Pour Jean-Paul Bordes, directeur général de l’Acta (4), « aujourd’hui c’est le zéro résidu de phyto, demain ça pourrait être d’autre chose : d’alcaloïdes ? De mycotoxines ? C’est une course sans fin qui protège davantage l’esprit que le corps. » Il estime qu’il faut donner aux consommateurs une vision globale du produit et de sa qualité en faisant un effort de pédagogie.
Démarche de progrès
Cet effort de communication, la coopérative Agrial s’y est engagée, en lançant « Agrilogique ». « Cette initiative va au-delà de la garantie de zéro résidu. Nous axons aussi notre marketing sur nos obligations de moyens », indique Emmanuel Neveu, directeur des achats et de l’amont agricole de la branche des légumes et fruits frais de la coopérative.
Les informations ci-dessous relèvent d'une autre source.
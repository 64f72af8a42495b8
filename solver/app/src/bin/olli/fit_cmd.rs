//! `olli fit`: fits material models to test curves from CSV files, reports
//! the constants, their sensitivity, the error per test and the Drucker
//! stability over and beyond the data, compares several models, writes the
//! best as a `[material]` table and draws the data with the fitted curves.
//!
//! Reading is in [`olli_app::fit_data`], the numerics in
//! [`olli_solver::fit`]; this module orchestrates and writes. Exit codes: 0
//! success, 2 bad input (data, options) or unwritable output; nothing is
//! written on bad input.

mod plots;
mod report;
mod table;

use std::path::PathBuf;
use std::process::ExitCode;

use olli_app::fit_data::{self, SourcedPoint};
use olli_solver::fit::{self, bulk_modulus_from_volumetric, DataPoint, FitModel, FitResult, Settings, Weighting};
use olli_solver::material::homogeneous::Mode;
use olli_solver::material::volumetric::VolumetricLaw;
use olli_solver::material::VolumetricForm;

#[derive(clap::Args)]
#[command(
    after_help = "Examples:\n  olli fit examples/fit/compound-a.csv --model yeoh --model ogden --model eight-chain --output a.toml --plot plots\n  \
                   olli fit uniaxial.csv biaxial.csv --model mooney-rivlin --weights absolute --poisson-ratio 0.499"
)]
pub struct Args {
    /// Test data: CSV files with `mode`, `stretch` (or `engineering_strain`) and `nominal_stress` columns.
    #[arg(required = true, value_name = "DATA.csv")]
    pub files: Vec<PathBuf>,
    /// Model to fit (repeat to compare): neo-hookean, mooney-rivlin, yeoh, eight-chain, gent,
    /// ogden (two terms) or ogden-1 … ogden-4.
    #[arg(long = "model", required = true, value_name = "NAME")]
    pub models: Vec<String>,
    /// Write the best-fitting model as a `[material]` table to this TOML file.
    #[arg(long, value_name = "MATERIAL.toml")]
    pub output: Option<PathBuf>,
    /// Draw data and fitted curves (PNG and SVG) into this folder.
    #[arg(long, value_name = "DIR")]
    pub plot: Option<PathBuf>,
    /// Error measure: relative (each point by its relative error) or absolute (stress units).
    #[arg(long, default_value = "relative", value_parser = ["relative", "absolute"])]
    pub weights: String,
    /// Bulk modulus (stress units) when the data hold no volumetric test.
    #[arg(long, value_name = "K", conflicts_with = "poisson_ratio")]
    pub bulk_modulus: Option<f64>,
    /// Poisson's ratio (from which the bulk modulus follows) when the data hold no volumetric test.
    #[arg(long, value_name = "NU")]
    pub poisson_ratio: Option<f64>,
    /// Unit of the data's stresses, for the plot axes.
    #[arg(long, default_value = "MPa")]
    pub stress_unit: String,
    /// Volumetric law: quadratic, logarithmic or simo-taylor.
    #[arg(long, default_value = "quadratic", value_parser = ["quadratic", "logarithmic", "simo-taylor"])]
    pub volumetric: String,
}

/// Where the bulk modulus comes from.
#[derive(Debug, Clone, Copy, PartialEq)]
pub enum Bulk {
    /// Fitted to volumetric data (κ).
    Fitted(f64),
    /// Given by `--bulk-modulus`.
    Given(f64),
    /// From `--poisson-ratio` and each model's shear modulus.
    Poisson(f64),
    /// Not given: stability is checked nearly incompressible (κ = 1000 μ).
    Unknown,
}

impl Bulk {
    /// κ for a material of shear modulus `mu`.
    pub fn kappa(self, mu: f64) -> f64 {
        match self {
            Bulk::Fitted(k) | Bulk::Given(k) => k,
            Bulk::Poisson(nu) => VolumetricLaw::bulk_modulus_from_poisson(mu, nu).unwrap_or(1000.0 * mu),
            Bulk::Unknown => 1000.0 * mu,
        }
    }
}

/// One fitted model, or why it could not be fitted.
pub struct Outcome {
    pub label: String,
    pub result: Result<FitResult, fit::FitError>,
}

fn fail(message: impl std::fmt::Display) -> ExitCode {
    eprintln!("error: {message}");
    ExitCode::from(2)
}

pub fn run(args: Args) -> ExitCode {
    let mut models = Vec::new();
    for name in &args.models {
        match FitModel::from_name(name) {
            Some(m) if !models.contains(&m) => models.push(m),
            Some(_) => {}
            None => {
                let hint = olli_app::job::diagnostics::nearest(
                    name,
                    fit::models::FIT_MODEL_NAMES.split(", ").map(|s| s.split(' ').next().unwrap_or(s)),
                )
                .map(|n| format!("; did you mean `{n}`?"))
                .unwrap_or_default();
                return fail(format_args!("option --model: unknown model `{name}` (known: {}){hint}", fit::models::FIT_MODEL_NAMES));
            }
        }
    }
    let mut points: Vec<SourcedPoint> = Vec::new();
    for file in &args.files {
        match fit_data::read(file) {
            Ok(p) => points.extend(p),
            Err(e) => return fail(e),
        }
    }
    let data: Vec<DataPoint> = points.iter().map(|p| p.point).collect();
    let weighting = if args.weights == "absolute" { Weighting::Absolute } else { Weighting::Relative };
    let form = VolumetricForm::from_name(&args.volumetric).unwrap_or(VolumetricForm::Quadratic);
    let volumetric: Vec<DataPoint> = data.iter().copied().filter(|p| p.mode == Mode::Volumetric).collect();
    let shear: Vec<DataPoint> = data.iter().copied().filter(|p| p.mode != Mode::Volumetric).collect();
    if shear.is_empty() {
        return fail(format_args!("{}: no uniaxial, equibiaxial, planar or simple-shear rows to fit", args.files[0].display()));
    }
    let (bulk, volumetric_fit) = if !volumetric.is_empty() {
        if args.bulk_modulus.is_some() || args.poisson_ratio.is_some() {
            return fail("the data hold a volumetric test: the bulk modulus is fitted to it; drop --bulk-modulus / --poisson-ratio");
        }
        match bulk_modulus_from_volumetric(&volumetric, form, weighting) {
            Ok((k, predicted)) if k.is_finite() && k > 0.0 => (Bulk::Fitted(k), Some((volumetric.clone(), predicted))),
            Ok((k, _)) => return fail(format_args!("the volumetric data give a bulk modulus of {k}, which is not positive")),
            Err(e) => return fail(e),
        }
    } else if let Some(k) = args.bulk_modulus {
        if !(k.is_finite() && k > 0.0) {
            return fail(format_args!("option --bulk-modulus {k}: must be positive"));
        }
        (Bulk::Given(k), None)
    } else if let Some(nu) = args.poisson_ratio {
        if !(nu.is_finite() && nu > -1.0 && nu < 0.5) {
            return fail(format_args!("option --poisson-ratio {nu}: must lie in (-1, 0.5)"));
        }
        (Bulk::Poisson(nu), None)
    } else {
        (Bulk::Unknown, None)
    };
    if args.output.is_some() && bulk == Bulk::Unknown {
        return fail("--output needs a bulk modulus: give volumetric data, --bulk-modulus or --poisson-ratio");
    }

    let settings = Settings { weighting, ..Settings::default() };
    let outcomes: Vec<Outcome> = models.iter().map(|&m| Outcome { label: m.label(), result: fit::fit(m, &shear, &settings) }).collect();
    let files: Vec<String> = args.files.iter().map(|f| f.display().to_string()).collect();
    let ranked = report::print(&files, &shear, volumetric_fit.as_ref(), bulk, form, weighting, &outcomes);

    let best = ranked.first().and_then(|&i| outcomes[i].result.as_ref().ok());
    if let Some(path) = &args.output {
        let Some(best) = best else {
            return fail("no model could be fitted: nothing written");
        };
        let text = table::material_table(best, bulk, form, &files, &shear);
        if let Err(e) = olli_app::output::write_atomic(path, text.as_bytes()) {
            return fail(format_args!("{}: cannot write: {e}", path.display()));
        }
        println!("wrote {} (model {})", path.display(), best.model.label());
    }
    if let Some(dir) = &args.plot {
        match plots::write_all(dir, &shear, volumetric_fit.as_ref(), &outcomes, &ranked, &args.stress_unit) {
            Ok(written) => {
                for p in written {
                    println!("wrote {}", p.display());
                }
            }
            Err(e) => return fail(e),
        }
    }
    ExitCode::SUCCESS
}
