//! The fields of a converged increment: displacements, reactions (per node
//! and per reported set), contact figures, and the integration-point and
//! nodal fields the model's output settings ask for, and the peaks of
//! every increment (largest log strain and von Mises stress, smallest J).

use rayon::prelude::*;

use super::newton::NewtonContext;
use super::stages::ReportSets;
use crate::assembly::dofs::NONE;
use crate::assembly::{point_states_with_history, Discretization, PointHistories};
use crate::element::taylor_hood::MAX_PRESSURE_NODES;
use crate::element::{Analysis, PointState};
use crate::error::SolveError;
use crate::results::{IncrementPeaks, IncrementResult, NodalFields, PointFields};
use crate::shape::MAX_NODES;

/// Displacements, reactions, contact and fluid figures at the converged
/// `u` and stage fraction `t` (the residual of the last evaluation gives the
/// reactions); the increment's counters and its point fields are left to
/// the caller.
pub fn increment_fields(disc: &Discretization, ctx: &NewtonContext, u: &[f64], t: f64, report_sets: &ReportSets) -> IncrementResult {
    let dim = disc.dim;
    let mesh = disc.mesh();
    let per_node = |values: &dyn Fn(usize) -> f64| -> Vec<[f64; 3]> {
        (0..mesh.node_count())
            .map(|n| {
                let mut d = [0.0; 3];
                for (i, v) in d.iter_mut().enumerate().take(dim) {
                    *v = values(n * dim + i);
                }
                d
            })
            .collect()
    };
    let displacement = per_node(&|d| u[d]);
    let pressure_unknowns = u[mesh.node_count() * dim..].to_vec();
    let nodal_reactions = per_node(&|d| if ctx.dofs().eq[d] == NONE { ctx.residual[d] } else { 0.0 });
    let reactions = report_sets
        .iter()
        .map(|(name, nodes)| {
            let mut r = [0.0; 3];
            for &n in nodes {
                for i in 0..3 {
                    r[i] += nodal_reactions[n][i];
                }
            }
            (name.clone(), r)
        })
        .collect();
    let current: Vec<nalgebra::Vector3<f64>> =
        displacement.iter().zip(&mesh.nodes).map(|(d, x)| nalgebra::Vector3::new(x[0] + d[0], x[1] + d[1], x[2] + d[2])).collect();
    IncrementResult {
        glands: super::seal_figures::glands(&disc.model.glands, mesh, &current, ctx.contacts),
        extrusions: super::seal_figures::extrusions(&disc.model.extrusion_gaps, mesh, &current, ctx.contacts),
        reaction_moments: reaction_moments(disc, &nodal_reactions, u, report_sets),
        displacement,
        pressure_unknowns,
        reactions,
        nodal_reactions,
        axisymmetric: disc.model.analysis == Analysis::Axisymmetric,
        contact: ctx.contacts.summaries(),
        inserts: ctx.inserts.results(),
        contact_fields: if ctx.contacts.is_empty() { None } else { Some(ctx.contacts.fields(mesh.node_count())) },
        fluids: ctx.fluids.as_deref().map(|f| f.summaries(&mesh.nodes, u, t)).unwrap_or_default(),
        fluid_pressure: ctx.fluids.as_deref().map(|f| f.nodal_pressure(mesh.node_count(), t)),
        ..Default::default()
    }
}

/// Σ (x_i − p) × r_i over the nodes of each set with a moment point, at the
/// deformed positions x_i = X_i + u_i.
fn reaction_moments(
    disc: &Discretization,
    nodal_reactions: &[[f64; 3]],
    u: &[f64],
    report_sets: &ReportSets,
) -> std::collections::BTreeMap<String, [f64; 3]> {
    let dim = disc.dim;
    let mesh = disc.mesh();
    disc.model
        .moment_points
        .iter()
        .filter_map(|(name, p)| {
            let nodes = report_sets.get(name)?;
            let mut m = [0.0; 3];
            for &n in nodes {
                let mut arm = [0.0; 3];
                for i in 0..dim {
                    arm[i] = mesh.nodes[n][i] + u[n * dim + i] - p[i];
                }
                let c = crate::insert::rotation::cross(arm, nodal_reactions[n]);
                (0..3).for_each(|i| m[i] += c[i]);
            }
            Some((name.clone(), m))
        })
        .collect()
}

/// `result` with the peaks of every integration point at `u` (with the
/// converged `history` of materials with memory) and the point and nodal
/// fields that the model's output settings keep.
pub fn with_point_fields(
    disc: &Discretization,
    u: &[f64],
    history: &PointHistories,
    mut result: IncrementResult,
) -> Result<IncrementResult, SolveError> {
    let output = disc.model.output;
    let mesh = disc.mesh();
    let per: Vec<Result<Vec<PointState>, SolveError>> = (0..mesh.element_count())
        .into_par_iter()
        .map(|e| {
            let (mut x, mut ue) = ([[0.0; 3]; MAX_NODES], [[0.0; 3]; MAX_NODES]);
            disc.gather(e, u, &mut x, &mut ue);
            let mut p = [0.0; MAX_PRESSURE_NODES];
            let np = disc.gather_pressures(e, u, &mut p);
            let ctx = disc.context(e);
            let mut out = vec![PointState::default(); ctx.shape.points()];
            let converged = if history.is_empty() { None } else { Some(history.converged(e)) };
            point_states_with_history(&ctx, &x, &ue, &p[..np], converged, &mut out).map_err(|err| SolveError::from_element(e, err))?;
            Ok(out)
        })
        .collect();
    let mut points = PointFields { offsets: vec![0], states: Vec::new() };
    let mut peaks: Option<IncrementPeaks> = None;
    for (e, p) in per.into_iter().enumerate() {
        let p = p?;
        if let Some(here) = IncrementPeaks::of_element(e, &p) {
            peaks = Some(peaks.map_or(here, |all| all.merge(here)));
        }
        if output.point_fields || output.nodal_fields {
            points.states.extend(p);
            points.offsets.push(points.states.len());
        }
    }
    result.peaks = peaks.unwrap_or_default();
    if output.nodal_fields {
        result.nodal = Some(NodalFields::from_points(mesh, &points));
    }
    if output.point_fields {
        result.points = Some(points);
    }
    Ok(result)
}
Quel que soit le collectif impliqué, un ensemble de pratiques sont, en effet, mises en place pour parvenir au résultat escompté (lire les témoignages). Pour les défenseurs des labels, cela tire les filières vers le haut et participe à un processus d’amélioration continue. Les Nouveaux champs indiquaient, le 18 octobre, que les producteurs de fruits et légumes labellisés en 2018 ont fait baisser leur IFT (indice de fréquence de traitement) de 51 %. Le collectif faisait également part d’une adhésion massive à la certification HVE.
Autre argument, celui de trouver de la valeur pour les exploitants. Les produits portant ces allégations se situent sur une gamme de prix intermédiaires entre le bio et le conventionnel. Environ 25-30 % plus chers que ce dernier. Selon les démarches, ce montant se répercute en partie sur le prix payé au producteur.
(1) Autorité européenne de sécurité des aliments.
(2) Centre technique interprofessionnel des fruitset légumes.
(3) Association d’organisations de producteurs.
(4) Association de coordination technique agricole.